JOURNAL ARTICLE

Five-year risk of end-stage renal disease among intensive care patients surviving dialysis-requiring acute kidney injury: a nationwide cohort study

Henrik Gammelager, Christian Fynbo Christiansen, Martin Berg Johansen, Else Tønnesen, Bente Jespersen, Henrik Toft Sørensen
Critical Care: the Official Journal of the Critical Care Forum 2013 July 22, 17 (4): R145
23876346

INTRODUCTION: Dialysis-requiring acute kidney injury (D-AKI) is common among intensive care unit (ICU) patients. However, follow-up data on the risk of end-stage renal disease (ESRD) among these patients remain sparse. We assessed the short-term and long-term risk of ESRD after D-AKI, compared it with the risk in other ICU patients, and examined the risk within subgroups of ICU patients.

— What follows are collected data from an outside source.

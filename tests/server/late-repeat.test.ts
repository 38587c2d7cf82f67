import { afterAll, beforeAll, expect, test } from 'vitest';

import { readSessionById } from '@/server/auth/read-session';
import { giveCommand } from '@/server/commands/give-command';

import { envelope, give, planCaseAs } from './house/client';
import { openTestHouse, type TestHouse } from './house/open-test-house';
import { openSecondServer, type SecondServer } from './house/second-server';

const desk = 'desk@demo.example';
const dayMs = 24 * 3_600_000;
let house: TestHouse;
let nextDay: SecondServer;

beforeAll(async () => {
  house = await openTestHouse();
  nextDay = openSecondServer(house, { nowMs: () => Date.now() + dayMs + 60_000 });
});
afterAll(async () => {
  await nextDay.close();
  await house.close();
});

test('a command that is in the log is answered as a repeat, even more than a day later', async () => {
  const caseId = await planCaseAs(house, desk);
  const request = envelope({ name: 'send-message', text: 'Its answer was lost' });
  const first = await give(house, desk, caseId, request);
  const signedIn = await readSessionById(nextDay.context, await house.sessionIdOf(desk));
  if (signedIn === null) throw new Error('The desk is signed in.');
  expect(await giveCommand(nextDay.context, signedIn, caseId, request)).toEqual(first.body);
  const other = { ...request, command: { name: 'send-message' as const, text: 'Other words' } };
  expect(await giveCommand(nextDay.context, signedIn, caseId, other)).toMatchObject({ kind: 'refused', code: 'command-id-used' });
  // The control: what is not in the log is too old.
  await expect(giveCommand(nextDay.context, signedIn, caseId, envelope({ name: 'send-message', text: 'Never sent' }))).rejects.toThrow(/^Time too old/);
});
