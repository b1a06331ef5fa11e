package chain_test

import (
	"fmt"
	"math/rand/v2"

	"labelweir/model/internal/chain"
)

// Eight rows on a line, one of which has the wrong label: the bounded loss drops it.
func Example() {
	at := []float32{-4, -3, -2, -1, 1, 2, 3, 4}
	p := &chain.Problem{Design: &chain.Design{N: 8, Dense: 2}, Lambda: 1e-3}
	for i, x := range at {
		p.X = append(p.X, x, 1) // the constant is the bias
		p.Rows = append(p.Rows, int32(i))
		p.Omega = append(p.Omega, 1./8)
	}
	p.Y = []int8{-1, -1, -1, -1, 1, 1, -1, 1}
	var s chain.Scratch
	st := chain.Graduated(p, nil, []float64{-.5}, rand.New(rand.NewPCG(1, 1)), &s)[0]
	fmt.Println(st.Keep)
	// Output: [true true true true true true false true]
}
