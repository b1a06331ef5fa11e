package journal

import (
	"bufio"
	"encoding/binary"
	"errors"
	"hash/crc32"
	"io"
)

const (
	magic     = "LWRESUME"
	version   = 1
	headLen   = len(magic) + 2
	frameHead = 1 + 4
	maxFrame  = 1 << 16 // bytes of a frame's content
)

// mark is the kind of frame that is a mark.
const mark = 0

// head is what a file begins with.
func head() []byte { return binary.LittleEndian.AppendUint16([]byte(magic), version) }

// table is that of CRC-32C.
func table() *crc32.Table { return crc32.MakeTable(crc32.Castagnoli) }

// appendFrame appends a frame to dst, and gives the checksum with it; sum is that of all bytes before.
func appendFrame(dst []byte, kind byte, content []byte, sum uint32) ([]byte, uint32) {
	from := len(dst)
	dst = append(dst, kind)
	dst = binary.LittleEndian.AppendUint32(dst, uint32(len(content)))
	dst = append(dst, content...)
	dst = binary.LittleEndian.AppendUint32(dst, crc32.Update(sum, table(), dst[from:]))
	return dst, crc32.Update(sum, table(), dst[from:])
}

// errDamaged ends the frames at the first that is not whole.
var errDamaged = errors.New("journal: a frame is damaged")

// frames reads frame after frame.
type frames struct {
	r   *bufio.Reader
	at  int64  // bytes read, those before the first frame counted
	sum uint32 // of these bytes
	buf []byte // the frame
}

// newFrames begins behind the head.
func newFrames(f io.ReaderAt) *frames {
	const end = 1 << 62 // of no file there is
	return &frames{r: bufio.NewReaderSize(io.NewSectionReader(f, int64(headLen), end), 1<<16),
		at: int64(headLen), sum: crc32.Update(0, table(), head())}
}

// next gives the next frame; content is valid until the call after. The error is io.EOF at the file's end, errDamaged, or
// the reader's own.
func (f *frames) next() (kind byte, content []byte, err error) {
	var start [frameHead]byte
	if err := f.fill(start[:]); err != nil {
		return 0, nil, err
	}
	n := binary.LittleEndian.Uint32(start[1:])
	if n > maxFrame {
		return 0, nil, errDamaged
	}
	if cap(f.buf) < maxFrame+4 {
		f.buf = make([]byte, maxFrame+4)
	}
	rest := f.buf[:n+4]
	if err := f.fill(rest); err != nil {
		if err == io.EOF {
			err = errDamaged
		}
		return 0, nil, err
	}
	sum := crc32.Update(crc32.Update(f.sum, table(), start[:]), table(), rest[:n])
	if binary.LittleEndian.Uint32(rest[n:]) != sum {
		return 0, nil, errDamaged
	}
	f.sum = crc32.Update(sum, table(), rest[n:])
	f.at += int64(frameHead + len(rest))
	return start[0], rest[:n], nil
}

// fill reads all of b.
func (f *frames) fill(b []byte) error {
	_, err := io.ReadFull(f.r, b)
	if err == io.ErrUnexpectedEOF {
		return errDamaged
	}
	return err
}
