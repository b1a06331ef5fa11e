package metric

import (
	"math"
	"sort"
)

// AveragePrecision is the mean precision over the wrong rows when rows are gone through by falling score:
// Σ (R_n − R_{n−1})·P_n over the distinct scores, as in scikit-learn's average_precision_score, so that rows of one
// score count together. A NaN score counts as 0. It is NaN when no row is wrong; len(p) = len(wrong). O(n log n).
func AveragePrecision(wrong []bool, p []float64) float64 {
	if len(p) != len(wrong) {
		panic("metric: shapes differ")
	}
	order := make([]int, len(p))
	total := 0
	for i := range order {
		order[i] = i
		if wrong[i] {
			total++
		}
	}
	if total == 0 {
		return math.NaN()
	}
	sort.SliceStable(order, func(a, b int) bool { return ranked(p[order[a]]) > ranked(p[order[b]]) })
	sum, hits, before := 0.0, 0, 0
	for i, row := range order {
		if wrong[row] {
			hits++
		}
		if i+1 < len(order) && ranked(p[order[i+1]]) == ranked(p[row]) {
			continue
		}
		sum += float64(hits-before) * float64(hits) / float64(i+1)
		before = hits
	}
	return sum / float64(total)
}

func ranked(p float64) float64 {
	if math.IsNaN(p) {
		return 0
	}
	return p
}
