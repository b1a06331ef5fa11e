"""Writes tables of invented apples with Python's csv module, one file for each way of quoting; prints their cells as JSON."""
import csv, json, random, sys

random.seed(7)
words = ["Gala", "Fuji", "", 'red "and" green', "a,b", "two\nlines", "cr\r\nlf", "Äpfel", " blanks ", "0071", "-1.5e3", "it's; x"]
out = {}
for name, options in {
    "minimal": {}, "all": {"quoting": csv.QUOTE_ALL}, "nonnumeric": {"quoting": csv.QUOTE_NONNUMERIC},
    "lf": {"lineterminator": "\n"}, "semicolon": {"delimiter": ";"}, "tab": {"delimiter": "\t"}, "bar": {"delimiter": "|"},
}.items():
    rows = [["id", "grade", "note, long", "size"]]
    rows += [[i, random.choice(words), random.choice(words), round(random.gauss(70, 5), 3)] for i in range(500)]
    path = f"{sys.argv[1]}/{name}.csv"
    with open(path, "w", newline="", encoding="utf-8") as f:
        csv.writer(f, **options).writerows(rows)
    out[path] = [[str(c) for c in row] for row in rows[1:]]
json.dump(out, sys.stdout)
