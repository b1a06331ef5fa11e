package chain

import (
	"fmt"
	"math"
	"math/rand/v2"
)

// Shaken searches over the flags: from the state, as often as hops, it draws every flag anew as if the row's margin
// were blurred by logistic noise, solves for the weights with those flags held, descends, and goes on from the best
// point so far. The blur goes round 3, 1, 0.3 and 0.1 units of the margin: at first most rows may change sides, at last
// those near q. It anneals the latent variables of the variational form, as Annealed does the weights; from's Alpha and
// Keep are by the rows of p. Status is NoProgress if it ends where it began. Cost O(hops·epochs·rows·(Dense+Trees)).
func Shaken(p *Problem, q float64, from *State, hops int, rng *rand.Rand, s *Scratch) State {
	const rounds, last, tolerance, fine = 6, 20, 1e-2, 1e-3
	if len(from.Alpha) != len(p.Rows) || len(from.Keep) != len(p.Rows) {
		panic(fmt.Sprintf("chain: state of %d rows for %d", len(from.Alpha), len(p.Rows)))
	}
	blurs := [...]float64{3, 1, .3, .1}
	s.load(p, rng)
	s.restore(from)
	start := s.measure(q)
	s.remember(start)
	for hop := range hops {
		s.measure(q)
		s.blur(blurs[hop%len(blurs)], rng)
		s.renew(q)
		s.ascendFrom(q, 2*s.hold, tolerance, rng)
		s.cycle(Stage{Q: q, Tolerance: tolerance}, rounds*s.hold, rng)
	}
	s.measure(q)
	status := s.cycleOut(Stage{Q: q, Tolerance: fine}, last*s.hold, rng)
	if s.best.j >= start {
		status = NoProgress
	}
	return s.end(q, status)
}

// blur adds logistic noise of so many units to all measured margins, which are then no longer those of w.
func (s *Scratch) blur(units float64, rng *rand.Rand) {
	s.marginsAt = -1
	for i := range s.margin {
		u := rng.Float64()
		for u == 0 {
			u = rng.Float64()
		}
		s.margin[i] += units * math.Log(u/(1-u))
	}
}
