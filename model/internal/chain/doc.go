// Package chain minimises the bounded objective of one pair of classes,
//
//	J(w) = Σ ωᵢ L_q(mᵢ) + λ‖w‖²,  mᵢ = yᵢ·(w·xᵢ),  Σω = 1,
//
// by several kinds of run that start from different places. The constant 1 among the features is the bias and is
// weighted like any other. L_q is that of package loss; J(0) = 1.
//
// All runs share one inner solver, dual coordinate ascent on the rows that are kept. With the flags of the rows held,
// J is the squared hinge on the kept rows plus a constant. Its minimum has 2λw = Σ 2ωᵢξᵢyᵢxᵢ, ξ = max(0, 1−m), so
// w = Σ αᵢyᵢxᵢ with αᵢ = ωᵢξᵢ/λ ≥ 0, and the dual is
//
//	min ½‖Σ αᵢyᵢxᵢ‖² + ½ Σ (λ/ωᵢ) αᵢ² − Σ αᵢ  over α ≥ 0,
//
// whose gradient at i is G = mᵢ − 1 + αᵢλ/ωᵢ and whose exact step along i is α ← max(0, α − G/(‖x‖² + λ/ω))
// (Hsieh, Chang, Lin, Keerthi & Sundararajan 2008, algorithm 1, with D_ii = λ/ω).
//
// J compares runs at one q and one λ only.
package chain
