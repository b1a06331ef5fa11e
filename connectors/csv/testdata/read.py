"""Prints the cells of a file as Python's csv module reads them, and the columns' types as pandas infers them."""
import csv, json, sys
import pandas

rows = list(csv.reader(open(sys.argv[1], newline="", encoding="utf-8"), strict=True))
table = pandas.read_csv(sys.argv[1])
json.dump({
    "rows": rows,
    "types": {str(c): str(table[c].dtype) for c in table.columns},
    "numbers": [None if x != x else float(x).hex() for x in table["number"]],
    "moments": [str(x) for x in pandas.to_datetime(table["moment"])],
}, sys.stdout)
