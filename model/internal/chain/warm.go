package chain

import (
	"fmt"
	"math/rand/v2"

	"labelweir/model/internal/loss"
)

// heldEpochs is how long a warm run holds the flags it came with. Rows that left took their α out of w, so margins are
// off at first; flags renewed on them fall towards the solution that drops everything.
const heldEpochs = 4

// Carry brings a state to another problem of the same features: index gives, for each entry of p's rows, the entry of
// the state's old problem, or −1 for a row that is new. A known row keeps its α and flag, except that one whose label
// changed starts as new; a new row has α = 0 and the flag its margin under the carried weights asks for. changed, which
// may be nil, marks the rows whose label is another one now. W is rebuilt, J computed.
func Carry(p *Problem, q float64, from *State, index []int32, changed []bool, s *Scratch) State {
	n := len(p.Rows)
	if len(index) != n || (changed != nil && len(changed) != n) {
		panic(fmt.Sprintf("chain: index of %d entries for %d rows", len(index), n))
	}
	st := State{Alpha: make([]float64, n), Keep: make([]bool, n), Q: q}
	known := func(k int) bool { return index[k] >= 0 && (changed == nil || !changed[k]) }
	for k := range n {
		if known(k) {
			st.Alpha[k], st.Keep[k] = from.Alpha[index[k]], from.Keep[index[k]]
		}
	}
	s.load(p, nil)
	s.restore(&st)
	st.J = s.measure(q)
	st.Collapsed = s.collapsed()
	st.W = append([]float64(nil), s.w...)
	for i, k := range s.perm {
		if !known(int(k)) {
			st.Keep[k] = loss.Keep(q, s.margin[i])
		}
	}
	return st
}

// Warm continues from a state whose Alpha and Keep are by the rows of p (see Carry): it holds the flags for four
// epochs, then renews them as the graduated run does, for epochs epochs in all (at least 5). The result is the point of
// the lowest J met, so never above the J of the start; its Status is NoProgress if that is the start itself.
func Warm(p *Problem, q float64, from *State, epochs int, rng *rand.Rand, s *Scratch) State {
	const tolerance = 1e-2
	if len(from.Alpha) != len(p.Rows) || len(from.Keep) != len(p.Rows) {
		panic(fmt.Sprintf("chain: state of %d rows for %d", len(from.Alpha), len(p.Rows)))
	}
	s.load(p, rng)
	s.restore(from)
	start := s.measure(q)
	s.remember(start)
	_, used := s.ascend(heldEpochs, tolerance, rng)
	s.consider(s.measure(q))
	status := s.cycle(Stage{Q: q, Tolerance: tolerance}, max(1, epochs-used), rng)
	if s.best.j >= start {
		status = NoProgress
	}
	return s.end(q, status)
}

METHODS: We used population-based medical registries to identify all adult patients admitted to an ICU in Denmark from 2005 through 2010, who survived for 90 days after ICU admission. D-AKI was defined as needing acute dialysis at or after ICU admission. Subsequent ESRD was defined as a need for chronic dialysis for more than 90 days or a kidney transplant. We computed the cumulative ESRD risk for patients with D-AKI and for other ICU patients, taking into account death as a competing risk, and computed hazard ratios (HRs) using a Cox model adjusted for potential confounders.

RESULTS: We identified 107,937 patients who survived for 90 days after ICU admission. Of these, 3,062 (2.8%) had an episode of D-AKI following ICU admission. The subsequent risk of ESRD up to 180 days after ICU admission was 8.5% for patients with D-AKI, compared with 0.1% for other ICU patients. This corresponds to an adjusted HR of 105.6 (95% confidence interval (CI): 78.1 to 142.9). Among patients who survived 180 days after ICU admission without developing ESRD (n = 103,996), the 181-day to 5-year ESRD risk was 3.8% for patients with D-AKI, compared with 0.3% for other ICU patients, corresponding to an adjusted HR of 6.2 (95% CI: 4.7 to 8.1). During the latter period, the impact of AKI was most pronounced in the youngest patients, aged 15 to 49 years (adjusted HR = 12.8, 95% CI: 6.5 to 25.4) and among patients without preexisting chronic kidney disease (adjusted HR = 11.9, 95% CI: 8.5 to 16.8).

CONCLUSION: D-AKI is an important risk factor for ESRD for up to five years after ICU admission.